Reason belongs in all those areas to which reason can be applied. It is not opposed to, but complementary to, Faith. “Rationalism” is not reason, but its deification, in the same relation as “scientism” to science. It produces strange monsters, and a lot of bloodshed, and is paradoxically rife with superstition and the sort of priestcraft that comes in lab-coats. (“Science” says this and “science” says that, and we must run and do whatever Al Gore tells us because of “settled science.” In Russia they had seventy-five years of settled “scientific socialism.”) Mr Hazony’s opposition of genuine scepticism to the posturings of the enlightened is right on.
Many so-called “conservatives” are enlightened. Brooks is a jackass, and yet he counts as a “conservative,” at least for the purposes of tokenism in the New York Times. Pinker is a jackass, too, I say, though from another stable: reason and rationalism all jumbled together. (Or mule, if you prefer, in light of cross-breeding between Houyhnhnm horse and pack asinus.)
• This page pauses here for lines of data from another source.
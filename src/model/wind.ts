/** Wind: stated as a hazard for the directional procedure of ASCE 7, or as pressures for any other standard. */
import type { Result } from '../base/ledger.ts'
import { bad, good } from '../base/outcome.ts'
import type { Block } from '../read/block.ts'
import { diagnose } from '../read/text.ts'
import { settingOf } from './columns.ts'
import type { Scope } from './scope.ts'
import { type DirectionalWind, readDirectional } from './wind-directional.ts'
import { readStatedWind, type StatedWind } from './wind-stated.ts'

export type WindGiven = DirectionalWind | StatedWind

/** What a block of wind may ask of the document around it. */
export interface WindAround {
  /** The standard of the document, as its front matter states it. */
  readonly standard: string
  readonly levels: readonly string[]
}

/** A value of undefined where the document has no wind. */
export function readWind(blocks: readonly Block[], around: WindAround, scope: Scope): Result<WindGiven | undefined> {
  const [block, second] = blocks
  if (!block) return good(undefined)
  if (second)
    return bad([
      diagnose('error', 'wind-repeated', second.info, 'wind is given twice', 'Keep one block of it.', {
        also: [{ span: block.info, text: 'first here' }],
      }),
    ])
  if (block.faults.length > 0) return bad(block.faults)
  if (block.about)
    return bad([
      diagnose(
        'error',
        'wind-about',
        block.about.span,
        'wind is given for the building, not for a level',
        'Leave the name out. Pressures that differ by level stand in a table with a column level.',
      ),
    ])
  const isStated = block.table !== undefined || block.settings.some(({ name }) => /^(?:wind|lee)ward\b/.test(name.text))
  if (isStated) return readStatedWind(block, around, scope)
  if (settingOf(block, 'V')) return readDirectional(block, around, scope)
  return bad([
    diagnose(
      'error',
      'setting-missing',
      block.info,
      'wind has neither a wind speed nor pressures',
      'Write V: 115 mph for the directional procedure of ASCE 7, or windward and leeward pressures worked elsewhere.',
    ),
  ])
}
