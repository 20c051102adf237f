/** Sorts the blocks of a document by what they are about. */
import type { Diagnostic } from '../base/diagnostic.ts'
import { suggestion } from '../base/near.ts'
import type { Block } from '../read/block.ts'
import { diagnose } from '../read/text.ts'
import { checkedName } from './columns.ts'

export interface LevelGivens {
  readonly name: string
  readonly areas: readonly Block[]
  readonly lineLoads: readonly Block[]
  readonly pointLoads: readonly Block[]
  readonly walls: readonly Block[]
  readonly openings: readonly Block[]
  readonly forces: readonly Block[]
}

export interface Givens {
  readonly levels: readonly LevelGivens[]
  readonly grid: readonly Block[]
  readonly levelTable: readonly Block[]
  readonly constructions: readonly Block[]
  readonly equations: readonly Block[]
  readonly spectrum: readonly Block[]
  /** `forces` that name no level and hold a table of them. */
  readonly forceTables: readonly Block[]
  readonly faults: readonly Diagnostic[]
  /** Faults of blocks that found no level: what their level then lacks follows from them. */
  readonly strays: (topic: string) => readonly Diagnostic[]
}

const perLevel = ['areas', 'line-loads', 'point-loads', 'walls', 'openings', 'forces'] as const
const ONLY_LEVEL = 'level'

export function gather(blocks: readonly Block[]): Givens {
  const of = (topic: string) => blocks.filter(block => block.topic === topic)
  const faults = blocks.flatMap(({ faults }) => faults)
  const levelTable = of('levels')
  const about = (block: Block) => perLevel.some(topic => topic === block.topic) && !isForceTable(block)
  const named = blocks.filter(about)
  const listed = levelNames(levelTable)
  // Where the list of levels has faults of its own, they are the cause, not the blocks that name levels.
  const used = [...new Set(blocks.filter(about).flatMap(({ about }) => about?.text ?? []))]
  const names = levelTable.length === 0 ? [firstName(named, blocks)] : listed.length > 0 ? listed : used
  const strays = new Map<string, readonly Diagnostic[]>()
  for (const block of blocks.filter(block => about(block) || block.topic === 'working')) {
    const strange = strangeLevel(block, names)
    faults.push(...strange)
    strays.set(block.topic, [...(strays.get(block.topic) ?? []), ...strange])
  }
  const levels = names.map((name): LevelGivens => {
    const mine = named.filter(block => levelNameOf(block, names) === name)
    const on = (topic: string) => mine.filter(block => block.topic === topic)
    return {
      name,
      areas: on('areas'),
      lineLoads: on('line-loads'),
      pointLoads: on('point-loads'),
      walls: on('walls'),
      openings: on('openings'),
      forces: on('forces'),
    }
  })
  return {
    levels,
    grid: of('grid'),
    levelTable,
    constructions: of('construction'),
    equations: of('equations'),
    spectrum: of('spectrum'),
    forceTables: of('forces').filter(isForceTable),
    faults,
    strays: topic => strays.get(topic) ?? [],
  }
}

const isForceTable = (block: Block): boolean =>
  block.topic === 'forces' && block.about === undefined && block.table !== undefined

/** The level that a block is about: the one it names, or the only one there is. */
export function levelNameOf(block: Block, names: readonly string[]): string | undefined {
  if (block.about) return block.about.text
  return names.length === 1 ? names[0] : undefined
}

function firstName(named: readonly Block[], blocks: readonly Block[]): string {
  const first = named.find(({ about }) => about) ?? blocks.find(({ topic, about }) => topic === 'working' && about)
  return first?.about?.text ?? ONLY_LEVEL
}

function levelNames(levelTable: readonly Block[]): readonly string[] {
  const names = levelTable.flatMap(({ table }) => {
    const column = table?.header.findIndex(({ name }) => name.text === 'level') ?? -1
    return table?.rows.map(({ cells }) => cells[column]?.text ?? '') ?? []
  })
  return [...new Set(names.filter(name => name !== ''))]
}

function strangeLevel(block: Block, names: readonly string[]): readonly Diagnostic[] {
  const { about, info, topic } = block
  if (!about) {
    if (names.length <= 1 || topic === 'working') return []
    return [
      diagnose(
        'error',
        'level-missing',
        info,
        `${topic} does not say which level it is about`,
        `Write ${topic} ${names[0] ?? ''}. ${suggestion('', names, 'level')}`,
      ),
    ]
  }
  const checked = checkedName(about, 'level')
  if (!checked.ok) return checked.because
  if (names.includes(about.text)) return []
  return [
    diagnose(
      'error',
      'unknown-level',
      about.span,
      `there is no level ${about.text}`,
      suggestion(about.text, names, 'level'),
    ),
  ]
}
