/** The block `seismic`: settings under the standard's own symbols, each for both directions or for one. */
import type { Diagnostic } from '../base/diagnostic.ts'
import type { Sym } from '../base/formula.ts'
import { all, type Result } from '../base/ledger.ts'
import { suggestion } from '../base/near.ts'
import { bad, good } from '../base/outcome.ts'
import type { Span } from '../base/span.ts'
import type { Value } from '../base/value.ts'
import { texAbout } from '../base/work.ts'
import type { Block, Setting } from '../read/block.ts'
import { diagnose, type Text } from '../read/text.ts'
import { quantity } from './cell.ts'
import { settingOf, strangeLines, strangeSettings } from './columns.ts'
import { sharePlausible } from './forces.ts'
import type { Scope } from './scope.ts'

export type Direction = 'x' | 'y'
export const directions: readonly Direction[] = ['x', 'y']

/** A setting that a standard reads. */
export interface SettingRule {
  /** As it is written: `S_DS`, `site class`. */
  readonly name: string
  /** Its part of a value id. */
  readonly key: string
  /** What it is, for messages. */
  readonly what: string
  /** Its letter where it is a number; left out where it is a word. */
  readonly sym?: Sym
  /** True where it may be given for one direction, as `R y`. */
  readonly each?: boolean
  /** True for a share of the plan, which lies between none and half. */
  readonly share?: boolean
}

export interface SeismicGiven {
  /** The first line of the block. */
  readonly at: Span
  /** All settings as they stand. */
  readonly settings: readonly Setting[]
  /** What is written behind a setting. */
  readonly text: (name: string, direction?: Direction) => Text | undefined
  /** The value of a setting that is a number; undefined where it is left out. */
  readonly number: (name: string, direction?: Direction) => Value | undefined
}

export function readSeismic(
  blocks: readonly Block[],
  rules: readonly SettingRule[],
  scope: Scope,
): Result<SeismicGiven> {
  const [block, second] = blocks
  if (!block) throw new Error('seismic is read where there is a block of it')
  if (second) return bad([repeated(block, second)])
  const known = rules.flatMap(({ name, each }) => (each ? [name, `${name} x`, `${name} y`] : [name]))
  const faults = [
    ...block.faults,
    ...(block.about ? [aboutLevel(block.about)] : []),
    ...(block.table ? [holdsTable(block.table.headerLine)] : []),
    ...strangeSettings(block, known),
    ...strangeLines(block),
    ...rules.flatMap(rule => [...givenBothWays(block, rule), ...withoutWord(block, rule)]),
  ]
  if (faults.length > 0) return bad(faults)
  const text = (name: string, direction?: Direction) =>
    (direction && settingOf(block, `${name} ${direction}`)) ?? settingOf(block, name)
  const numbers = new Map<string, Value>()
  const read = all(
    rules.flatMap(rule => {
      const sides = rule.each ? directions : [undefined]
      return sides.flatMap((direction): readonly Result<Value>[] => {
        const cell = text(rule.name, direction)
        if (!cell || !rule.sym) return []
        const value = readNumber(cell, rule, rule.sym, direction, scope)
        if (value.ok) numbers.set(keyOf(rule.name, direction), value.value)
        // A cell that holds for both directions is told once where it is at fault.
        const told = direction === 'y' && cell === text(rule.name, 'x')
        return value.ok || !told ? [value] : []
      })
    }),
  )
  if (!read.ok) return read
  return good({
    at: block.info,
    settings: [...block.settings, ...block.options],
    text,
    number: (name, direction) => numbers.get(keyOf(name, direction)),
  })
}

const keyOf = (name: string, direction: Direction | undefined): string => `${name} ${direction ?? ''}`

function readNumber(
  cell: Text,
  { name, key, what, share }: SettingRule,
  sym: Sym,
  direction: Direction | undefined,
  scope: Scope,
): Result<Value> {
  const about = direction ? [direction] : []
  const id = ['seismic', ...about, key].join('.')
  const value = quantity(cell, { id, what: name, sym, tex: texAbout(sym.tex, ...about) }, scope)
  if (share) return sharePlausible(value, cell)
  if (!value.ok || value.value.si > 0) return value
  const size = value.value.si === 0 ? 'zero' : 'below zero'
  return bad([
    diagnose('error', 'size-not-positive', cell.span, `${name}, ${what}, is ${size}`, 'Give a value above zero.'),
  ])
}

const repeated = (first: Block, { info }: Block): Diagnostic =>
  diagnose('error', 'seismic-repeated', info, 'seismic is given twice', 'Put its settings in one block.', {
    also: [{ span: first.info, text: 'first here' }],
  })

const aboutLevel = ({ text, span }: Text): Diagnostic =>
  diagnose(
    'error',
    'seismic-of-level',
    span,
    `seismic is of the whole building, and this names ${text}`,
    'Leave the name out.',
  )

const holdsTable = ({ span }: Text): Diagnostic =>
  diagnose('error', 'seismic-table', span, 'seismic holds no table', 'Write its settings as name: value.')

/** A word that is left empty says nothing; a number tells so itself. */
function withoutWord({ settings, options }: Block, { name, what, sym }: SettingRule): readonly Diagnostic[] {
  const mine = [name, `${name} x`, `${name} y`]
  return [...settings, ...options]
    .filter(setting => !sym && setting.value.text === '' && mine.includes(setting.name.text))
    .map(setting =>
      diagnose('error', 'setting-missing', setting.name.span, `${setting.name.text} has no value`, `It is ${what}.`),
    )
}

/** `R` beside both `R x` and `R y` would be passed over. */
function givenBothWays(block: Block, { name, each }: SettingRule): readonly Diagnostic[] {
  const [both, x, y] = [name, `${name} x`, `${name} y`].map(one => settingOf(block, one))
  if (!each || !both || !x || !y) return []
  return [
    diagnose(
      'error',
      'setting-repeated',
      both.span,
      `${name} is set for both directions, and for each`,
      `Keep ${name}, or ${name} x and ${name} y.`,
    ),
  ]
}

/** One of the words that a setting may be, however it is capitalised; undefined where it is left out. */
export function chosenWord(
  given: SeismicGiven,
  name: string,
  words: readonly string[],
  direction?: Direction,
): Result<string | undefined> {
  const text = given.text(name, direction)
  if (!text) return good(undefined)
  const found = words.find(word => word.toLowerCase() === text.text.toLowerCase())
  if (found !== undefined) return good(found)
  return bad([
    diagnose(
      'error',
      'setting-unknown-word',
      text.span,
      `${name} cannot be ${text.text}`,
      suggestion(text.text, words, name),
    ),
  ])
}

/** A setting that the standard cannot do without. */
export const settingMissing = ({ at }: SeismicGiven, name: string, why: string): Diagnostic =>
  diagnose('error', 'setting-missing', at, `seismic has no setting ${name}`, why)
As gentle reader may know, my view of Darwinism — a key component of modern, enlightened, progressive thinking — is not favourable. In thinking about it recently, I remembered that while I’ve been anti-Darwinian since about the age of twelve, I didn’t come to it by my own genius. It was a remarkably impressive biology teacher, a certain Mr Henry (American), who got me started, in the (very backward and British-colonial) Bangkok Patana School. Apart from what seemed an encyclopaedic knowledge of every living creature and how it works, he was contemptuous of textbook evolutionism, saying we cannot prove descent from the mere fact of chronological succession. And indeed, the DNA revolution is still toppling the “settled” family tree, and shredding all its branches.
I mention this because, contrary to the teaching of Enlightenment, we do actually depend on teachers and precursors to get at any knowledge. An important conceit among the enlightened is that they alone know everything from scratch and experiment. On closer inspection, they don’t know squat. From Mr Henry, among other sources such as my father, I acquired that “scepticism.” It is not the same as doubting everything you are told, except what you are told by the cool people.
You know there is such a thing as Truth, and will not be put off it by bullshit. You know that the truth is not something that changes. What was true yesterday, stays true today. The task is to discover what the truth is, not to gauge which way the wind is blowing.
Mr Henry was, incidentally, sacked for teaching that the biology textbook was full of … whatever. He knew his subject inside out, and he was dead right. He was a quiet, rather timid man, but he wouldn’t knuckle under. Nor had this anything to do with his religion: I don’t think he had any.
That’s just Darwinism. The project of the Enlightenment is larger. It is totalitarian in nature, was from the beginning, and will be until by God’s grace, it ends.